Wink Groover
- Occupation: Horse trainer
- Discipline: Performance Tennessee Walking Horse
- Born: September 27, 1935 Miami, Florida
- Died: April 11, 2010 (aged 74) Longview, Texas
- Major wins/Championships: World Grand Championship in 1970

Significant horses
- Ace's Sensation, Sensational Shadow, Ebony's Darling Lady

= Wink Groover =

American horse trainer (1935 - 2010)

Wink Groover (September 27, 1935 – April 11, 2010) was an American Tennessee Walking Horse trainer who won the World Grand Championship in 1970 with the horse Ace's Sensation. Groover was also Trainer of the Year for 1970, and later served as a chairman for the National Horse Show Commission. Groover died in April 2010, at the age of 74.

==Life and career==
Groover was born on September 27, 1935, and raised near Miami, Florida. During World War II, his parents moved the family to south Georgia for a time to keep his sister away from the large number of servicemen in Miami. However, she married a soldier from Georgia and the family later returned to Florida. About the time of the marriage, her new father-in-law traveled to Tennessee to buy mules and while there heard about the Tennessee Walking Horse National Celebration, a major Tennessee Walking Horse show.

In 1946 the Groover family attended it as spectators, and soon after, Wink Groover's parents purchased two Tennessee Walking Horse colts, which they put in professional training. Groover won his first horse show ribbon on one of the colts the next year. In 1954 Groover graduated from high school and moved to Shelbyville, Tennessee, to work for horse trainer Vic Thompson. Groover showed horses at the Celebration every year beginning in 1954, but did not win first place in any class until 1961, when he and the horse Golden Sundust won the Geldings class.

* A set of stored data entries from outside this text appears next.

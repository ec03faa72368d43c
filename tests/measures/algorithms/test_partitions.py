"""Partitions: canonical numbers, shares together, adjusted Rand index."""

from __future__ import annotations

import itertools

import numpy as np
import pytest
from sklearn.metrics import adjusted_rand_score

from socibrain.measures.algorithms.partitions import adjusted_rand, members, numbered, together


def some_partitions(seed: int, *, n_partitions: int = 12, n: int = 30) -> np.ndarray:
    rng = np.random.default_rng(seed)
    return np.array([rng.integers(rng.integers(1, 9), size=n) for _ in range(n_partitions)])


def test_numbers_follow_size_then_first_member() -> None:
    partitions = some_partitions(1)
    for before, after in zip(partitions, numbered(partitions), strict=True):
        groups = [np.flatnonzero(before == label) for label in np.unique(before)]
        groups.sort(key=lambda group: (-len(group), group[0]))
        for number, group in enumerate(groups, start=1):
            assert (after[group] == number).all()


def test_numbers_do_not_depend_on_the_labels_used() -> None:
    partitions = some_partitions(2)
    rng = np.random.default_rng(3)
    renamed = np.array([rng.permutation(50)[partition] for partition in partitions])
    assert not np.array_equal(renamed, partitions)
    np.testing.assert_array_equal(numbered(renamed), numbered(partitions))


def test_members_sum_to_one_community_each() -> None:
    partition = np.array([5, 2, 2, 9, 5])
    belongs = members(partition)
    np.testing.assert_array_equal(belongs, [[0, 1, 0], [1, 0, 0], [1, 0, 0], [0, 0, 1], [0, 1, 0]])


def test_shares_together_count_partitions() -> None:
    partitions = some_partitions(4, n_partitions=5, n=9)
    times = np.array([1, 4, 2, 1, 7])
    expected = sum(
        count * (one[:, None] == one[None, :]) for count, one in zip(times, partitions, strict=True)
    )
    np.testing.assert_allclose(together(partitions, times), expected / 15, rtol=1e-14)


def test_adjusted_rand_agrees_with_an_independent_implementation() -> None:
    partitions = some_partitions(5)
    index = adjusted_rand(partitions)
    for one, other in itertools.product(range(len(partitions)), repeat=2):
        expected = adjusted_rand_score(partitions[one], partitions[other])
        assert index[one, other] == pytest.approx(expected, abs=1e-12)


def test_adjusted_rand_by_hand() -> None:
    # 123|45 and 12|345: 2 pairs stay together in both (12, 45), 4 in each; expected 4·4/10 = 1.6.
    index = adjusted_rand(np.array([[1, 1, 1, 2, 2], [1, 1, 2, 2, 2]]))
    assert index[0, 1] == pytest.approx((2 - 1.6) / (4 - 1.6), rel=1e-14)


@pytest.mark.parametrize("without_choice", [[1, 1, 1], [1, 2, 3]])
def test_partitions_without_choice_count_as_alike(without_choice: list[int]) -> None:
    np.testing.assert_array_equal(adjusted_rand(np.array([without_choice, without_choice])), np.ones((2, 2)))


def test_all_in_one_against_each_alone_is_chance() -> None:
    assert adjusted_rand(np.array([[1, 1, 1], [1, 2, 3]]))[0, 1] == 0.0


def test_unrelated_partitions_agree_by_chance_only() -> None:
    rng = np.random.default_rng(6)
    index = adjusted_rand(rng.integers(5, size=(60, 200)))
    off_diagonal = index[~np.eye(60, dtype=bool)]
    assert abs(off_diagonal.mean()) < 0.005
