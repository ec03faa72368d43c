"""Random networks keep degrees and dyads, reach every such network, and each equally often."""

from __future__ import annotations

from collections import Counter
from functools import cache
from itertools import combinations, product

import numpy as np
import pytest
from scipy.stats import chi2

from socibrain.measures.algorithms.rewiring import Rewired, rewire
from socibrain.streams import stream


def dense(drawn: Rewired) -> np.ndarray:
    return np.concatenate(list(drawn.networks()))


def directed(seed: int, *, people: int = 20, chance: float = 0.2) -> np.ndarray:
    ties = np.random.default_rng(seed).random((people, people)) < chance
    np.fill_diagonal(ties, False)
    return ties


def margins(ties: np.ndarray) -> np.ndarray:
    """Mutual ties, ties sent, ties received of every person."""
    mutual = ties & np.swapaxes(ties, -1, -2)
    return np.stack((mutual.sum(axis=-1), ties.sum(axis=-1), ties.sum(axis=-2)))


@cache
def all_networks_of_five() -> np.ndarray:
    """Every way in which five people can name each other, (4^10, 5, 5)."""
    states = np.array(list(product(range(4), repeat=10)), dtype=np.int8)
    networks = np.zeros((len(states), 5, 5), dtype=bool)
    for place, (i, j) in enumerate(combinations(range(5), 2)):
        networks[:, i, j] = states[:, place] % 2 == 1
        networks[:, j, i] = states[:, place] >= 2
    return networks


def every_network_like(ties: np.ndarray) -> set[bytes]:
    """All networks of five people with the same margins."""
    networks = all_networks_of_five()
    for axis in (2, 1):
        networks = networks[(networks.sum(axis=axis) == ties.sum(axis=axis - 1)).all(axis=1)]
    networks = networks[(margins(networks) == margins(ties)[:, None]).all(axis=(0, 2))]
    return {network.tobytes() for network in networks}


@pytest.mark.parametrize("symmetric", [True, False])
def test_margins_and_dyad_census_stay(*, symmetric: bool) -> None:
    ties = directed(1)
    ties = ties | ties.T if symmetric else ties
    drawn = rewire(ties, draws=200, rng=stream(1, "rewiring"))
    networks = dense(drawn)
    assert len(networks) == drawn.draws == 200
    np.testing.assert_array_equal(margins(networks), np.repeat(margins(ties)[:, None], 200, axis=1))
    assert not networks[:, np.arange(20), np.arange(20)].any()
    if symmetric:
        np.testing.assert_array_equal(networks, networks.transpose(0, 2, 1))


@pytest.mark.parametrize(
    ("text", "how_many"),
    [
        ("01 10 12 21 23 32 34 43", 7),  # a chain: mutual ties alone
        ("01 12 20", 2),  # a cycle, which exchanges cannot turn
        ("13 31 04 40 24 12 30 23 02 41", 24),  # both kinds
        ("01 12 23 34 40 02 24 41 13 30", 24),  # everyone joined to everyone, one way
    ],
)
def test_every_network_with_these_margins_is_drawn_equally_often(text: str, how_many: int) -> None:
    ties = np.zeros((5, 5), dtype=bool)
    for pair in text.split():
        ties[int(pair[0]), int(pair[1])] = True
    possible = every_network_like(ties)
    assert len(possible) == how_many
    counts = Counter(network.tobytes() for network in dense(rewire(ties, draws=4000, rng=stream(2, text))))
    assert set(counts) == possible
    share = 4000 / how_many
    statistic = sum((count - share) ** 2 / share for count in counts.values())
    assert statistic <= chi2.ppf(0.9999, how_many - 1)


def test_account_of_moved_ties_and_distinct_networks() -> None:
    ties = directed(3)
    drawn = rewire(ties, draws=50, rng=stream(3, "rewiring"))
    networks = dense(drawn)
    assert drawn.distinct == len({network.tobytes() for network in networks})
    mutual = np.triu(networks & networks.transpose(0, 2, 1))
    one_way = networks & ~networks.transpose(0, 2, 1)
    stayed = (mutual & (ties & ties.T)).sum() + (one_way & (ties & ~ties.T)).sum()
    assert drawn.moved == pytest.approx(1 - stayed / (mutual.sum() + one_way.sum()), abs=1e-12)


def test_networks_that_cannot_change() -> None:
    star = np.zeros((5, 5), dtype=bool)
    star[0, 1:] = star[1:, 0] = True
    drawn = rewire(star, draws=20, rng=stream(4, "rewiring"))
    assert (drawn.moved, drawn.distinct) == (0.0, 1)
    np.testing.assert_array_equal(dense(drawn), np.repeat(star[None], 20, axis=0))
    empty = rewire(np.zeros((3, 3), dtype=bool), draws=5, rng=stream(4, "rewiring"))
    assert np.isnan(empty.moved)
    assert dense(empty).shape == (5, 3, 3)


def test_same_stream_same_networks() -> None:
    ties = directed(5)
    one, two = (dense(rewire(ties, draws=30, rng=stream(5, "rewiring"))) for _ in range(2))
    np.testing.assert_array_equal(one, two)
    assert not np.array_equal(one, dense(rewire(ties, draws=30, rng=stream(6, "rewiring"))))
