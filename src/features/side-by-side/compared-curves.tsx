import { useMemo } from 'react';
import { useSearchParams } from 'react-router-dom';
import type { Run } from '../../../server/contract/runs';
import type { Sounding } from '../../../server/contract/soundings';
import { SoundingCurve } from '../../charts/sounding-curve';
import { chartReadings, curveDataOfRun, lineOfRun } from '../../runs/curve-of-run';
import { letterOfRun, titleOfRun } from '../../runs/run-title';
import { SPACING_AXIS } from '../../soundings/spread-words';
import { Segmented } from '../../ui/segmented';

export interface ComparedCurvesProps {
  sounding: Sounding;
  /** The base first. */
  runs: readonly Run[];
  base: Run;
}

const VIEWS = [
  { value: 'overlaid', label: 'Overlaid' },
  { value: 'apart', label: 'Apart' },
] as const;
type View = (typeof VIEWS)[number]['value'];

/** The curves on the same axes, over one another with the base's residuals, or each with its own. */
export function ComparedCurves({ sounding, runs, base }: ComparedCurvesProps) {
  const [search, setSearch] = useSearchParams();
  const view: View = search.get('curves') === 'apart' ? 'apart' : 'overlaid';
  const choose = (next: View) =>
    setSearch(
      (before) => {
        const { curves: _before, ...rest } = Object.fromEntries(before);
        return next === 'apart' ? { ...rest, curves: next } : rest;
      },
      { replace: true },
    );
  return (
    <section aria-label="Curves" className="flex flex-col gap-3">
      <div className="print:hidden">
        <Segmented label="Curves" value={view} options={VIEWS} onChange={choose} />
      </div>
      {view === 'overlaid' ? (
        <OverlaidCurves sounding={sounding} runs={runs} base={base} />
      ) : (
        <div className="grid gap-x-8 gap-y-8 md:grid-cols-2 2xl:grid-cols-3">
          {runs.map((run) => (
            <CurveApart key={run.id} sounding={sounding} run={run} />
          ))}
        </div>
      )}
    </section>
  );
}

function OverlaidCurves({ sounding, runs, base }: ComparedCurvesProps) {
  const readings = useMemo(() => chartReadings(curveDataOfRun(base)), [base]);
  const lines = useMemo(() => {
    // Where the readings differ, another run's residuals do not belong to the readings drawn.
    const bare = (run: Run) => run.revisionId !== base.revisionId;
    return runs.flatMap((run) => {
      const line = lineOfRun(run);
      if (!line) return [];
      const { residuals: _residuals, predicted: _predicted, ...curve } = line;
      return [bare(run) ? curve : line];
    });
  }, [runs, base]);
  return (
    <SoundingCurve
      readings={readings}
      lines={lines}
      chosenLine={base.id}
      spacingName={SPACING_AXIS[sounding.spreadType]}
      note={`Ω·m, residuals of run ${letterOfRun(base)}`}
      subject={sounding.name}
    />
  );
}

function CurveApart({ sounding, run }: { sounding: Sounding; run: Run }) {
  const readings = useMemo(() => chartReadings(curveDataOfRun(run)), [run]);
  const lines = useMemo(() => [lineOfRun(run)].filter((line) => line !== null), [run]);
  return (
    <SoundingCurve
      readings={readings}
      lines={lines}
      chosenLine={run.id}
      spacingName={SPACING_AXIS[sounding.spreadType]}
      title={`Run ${letterOfRun(run)}`}
      note={`Ω·m, ${titleOfRun(run)}`}
      subject={sounding.name}
      maxHeight={380}
    />
  );
}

Groover began training the black stallion Ace's Sensation in 1966; at the same time he was also training another black stallion named Sensational Shadow. He continued training both horses simultaneously until he felt that he should focus his attention on Ace's Sensation; Sensational Shadow's owners moved him to Steve Hill's stables and then on to C. A. Bobo's, where he won a World Grand Championship.

In 1968 Ace's Sensation and Groover placed third in the World Grand Championship; in 1969 he placed fourth. Groover had hopes to win the next year, 1970, but early in the year "Ace" bowed two tendons in an accident during a small show. Groover and the horse's owner, Randall Rollins, took him to several equine veterinarians and put Ace's Sensation on swimming therapy to build his muscles without strain. He was not healed enough to be ridden until three weeks prior to the Celebration, but Groover entered him.

During the Preliminary Stallion class, Ace's Sensation stumbled and Groover feared the horse had been reinjured. Upon dismounting and checking the horse's legs, he found that Ace had thrown a shoe but was unhurt. Ace's Sensation and Groover went on to win that class and the World Grand Championship that year, and Groover was also named Trainer of the Year. Besides Ace's Sensation, Groover had several other notable horses, including the mare Ebony's Darling Lady, who won the Three-Year-Old World Championship.

Groover served as chairman of the National Horse Show Commission, a group responsible for overseeing the treatment of horses entered in the Celebration. He served as a judge in the 2006 Celebration.

Wink Groover and his wife had two children, Winky and Cindy. Groover moved to Longview, Texas in 1994, after spending most of his training career in Tennessee. He continued to train and show Tennessee Walking Horses after the move. Groover died April 11, 2010, at the age of 74, and was buried in Waco, Texas. A memorial service was also held in Tennessee.